Frequency of clonal iFISH+ cells in MDS patients with aberrant CD5 and/or CD7 expression on myPC. (a) myPC (n=10/10, P=0.035); (b) GP (n=9/10, P=0.003); (c) NRC (n=7/11, P=0.002). *P<0.05; **P<0.005.

Finally, it is known that the presence of a TP53 mutation in del(5q) MDS is associated with lenalidomide treatment failure.¹⁴ In order to associate our findings with the respective clonality on the molecular level, we compared the iFISH results with the mutation load of five patients presenting with a del(5q) and a concomitant TP53 mutation. Considering the main cell compartments, we observed a similar mutational load of TP53 within myPC and NRC (50% and 49%, respectively), whereas GP showed a lower mutation load (29%). Interestingly, in all FACS-sorted compartments, the clonal burden assessed by mutational analysis of TP53 was lower compared with the amount of cells harboring a del(5q) as assessed by iFISH. Significance was reached for the GP (GP: 29% vs 83%, n=5, P=0.043; myPC: 50% vs 85%, n=4; NRC: 49% vs 77%, n=3).
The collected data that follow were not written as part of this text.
describe('photos in the customer’s PDF', () => {
	/** pdfimages' listing of a PDF (poppler, not project code): each image's width and height. */
	function imagesOf(pdf: Buffer): { width: number; height: number }[] {
		const dir = mkdtempSync(path.join(tmpdir(), 'fieldbench-print-'));
		try {
			const file = path.join(dir, 'report.pdf');
			writeFileSync(file, pdf);
			return execFileSync('pdfimages', ['-list', file], { encoding: 'utf8' })
				.trim()
				.split('\n')
				.slice(2)
				.map((l) => l.trim().split(/\s+/))
				.map((c) => ({ width: Number(c[3]), height: Number(c[4]) }));
		} finally {
			rmSync(dir, { recursive: true, force: true });
		}
	}

	it('are printed from the original at most 1200 px on the long side (never enlarged), not as the 320 px thumbnail', async () => {
		const job = (await jobs.create(w.users.lead.actor, { complaint: 'Earth strap corroded', assigneeId: w.users.technician.id })).id as string;
		const [big, small] = [await jpeg(2400, 1600, 90), await jpeg(400, 300, 160)];
		const [idBig, idSmall] = [uuidv7(), uuidv7()];
		expect((await upload(as.technician, idBig, big, { jobId: job, sha256: sha(big), caption: 'Earth strap' })).status).toBe(201);
		expect((await upload(as.technician, idSmall, small, { jobId: job, sha256: sha(small), caption: 'Battery post' })).status).toBe(201);
		for (const id of [idBig, idSmall])
			expect((await as.lead.json('POST', `/api/photos/${id}/marks`, { mark: 'for_customer' })).status).toBe(201);

		// Sent as a link by the lead from the report page, then opened as the customer would.
		const { doc } = await previewReport(w.users.lead.actor, job);
		const sent = await as.lead.form(`/jobs/${job}/report?/send`, { sendKey: uuidv7(), digest: digestOf(doc), channel: 'link', paper: 'a4' });
		const link = /http:\/\/[^\s<"]+\/r\/[A-Za-z0-9_-]{43}/.exec(await sent.text())?.[0];
		expect(link, 'the report link').toBeTruthy();
		const pdf = Buffer.from(await (await fetch(`${link}/pdf`)).arrayBuffer());
		// 2400 × 1600 fitted inside 1200 × 1200 is 1200 × 800; 400 × 300 stays as it is.
		expect(imagesOf(pdf).map((i) => `${i.width}x${i.height}`).sort()).toEqual(['1200x800', '400x300']);
		const letter = Buffer.from(await (await fetch(`${link}/pdf?paper=letter`)).arrayBuffer());
		expect(imagesOf(letter).map((i) => `${i.width}x${i.height}`).sort()).toEqual(['1200x800', '400x300']);
		// Bounded: two photos at print size keep the report well under 1 MB.
		expect(pdf.length).toBeLessThan(1_000_000);
	});
});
This very high percentage of iFISH+ cells could be attributed to the presence of an aberrant CD5/CD7 expression per se in four of the five patients, but points also toward del(5q) as early event in the pathogenesis of MDS compared with the TP53 mutation. These data support the paradigm that mTP53 is a late event in the evolution of MDS as well as confirms the heterogeneous character of this disease.¹⁵

In summary, our data show a correlation of specific aberrant phenotypes detected by FCM and the respective proportion of clonal cells within different hematopoietic subpopulations. The data help to improve our understanding of MDS biology and warrant further evaluation of FCM in diagnostics and treatment monitoring of MDS.

The authors declare no conflict of interest.